import type { Metadata } from "next";
import { requirePageActor } from "@/lib/auth/session";
import { can } from "@/lib/domain/permissions";
import { runUseCase } from "@/lib/use-cases/run";
import { listPeople } from "@/lib/use-cases/people";
import { PageHeader } from "@/components/ui/page-header";
import { TableFrame } from "@/components/ui/table";
import { InviteForm } from "./_components/invite-form";
import { PendingInvitations } from "./_components/pending-invitations";
import { UnsavedRolesGuard, UserRow } from "./_components/user-row";

export const metadata: Metadata = { title: "People" };

export default async function PeoplePage() {
  const actor = await requirePageActor("users.read", { next: "/admin/users" });
  const { people, invitations } = await runUseCase(listPeople, { actor, input: {} });
  // Controls are offered to roles that hold the permission; the actions check it again on the server.
  const controls = { setRole: can(actor.role, "users.set-role"), deactivate: can(actor.role, "users.deactivate") };
  const mayInvite = can(actor.role, "users.invite");

  return (
    <>
      <PageHeader
        title="People"
        lead={
          mayInvite
            ? "Everyone who can sign in to Gusset at this firm. Invite people by e-mail, set what their role allows, and deactivate accounts of people who have left."
            : "Everyone who can sign in to Gusset at this firm, with their roles. Only admins change these."
        }
      />
      {mayInvite ? (
        <section
          aria-labelledby="invite-heading"
          className="mb-8 rounded-plate bg-paper-raised p-5 shadow-sheet ring-1 ring-ink-200"
        >
          <h2 id="invite-heading" className="text-base font-semibold text-ink-900">
            Invite someone
          </h2>
          <p className="mb-4 text-sm text-ink-500">They get an e-mail with a link to choose a password and sign in.</p>
          <InviteForm />
        </section>
      ) : null}
      <section aria-labelledby="people-heading">
        <h2 id="people-heading" className="mb-3 text-base font-semibold text-ink-900">
          {people.length} {people.length === 1 ? "person" : "people"}
        </h2>
        {controls.setRole ? <UnsavedRolesGuard /> : null}
        <TableFrame
          testId="users-table"
          label="People"
          headings={["Name", "E-mail", "Role", "Status", { label: "Actions", hidden: true }]}
        >
          {people.map((person) => (
            <UserRow key={person.id} person={person} controls={controls} isSelf={person.id === actor.id} />
          ))}
        </TableFrame>
      </section>
      <section aria-labelledby="invitations-heading" className="mt-10">
        <h2 id="invitations-heading" className="mb-3 text-base font-semibold text-ink-900">
          Pending invitations
        </h2>
        <PendingInvitations invitations={invitations} canCancel={mayInvite} />
      </section>
    </>
  );
}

* _How to complete this task_: Show every line from the entries that includes the word "firm".

* _Written reply_:
            ? "Everyone who can sign in to Gusset at this firm. Invite people by e-mail, set what their role allows, and deactivate accounts of people who have left."
            : "Everyone who can sign in to Gusset at this firm, with their roles. Only admins change these."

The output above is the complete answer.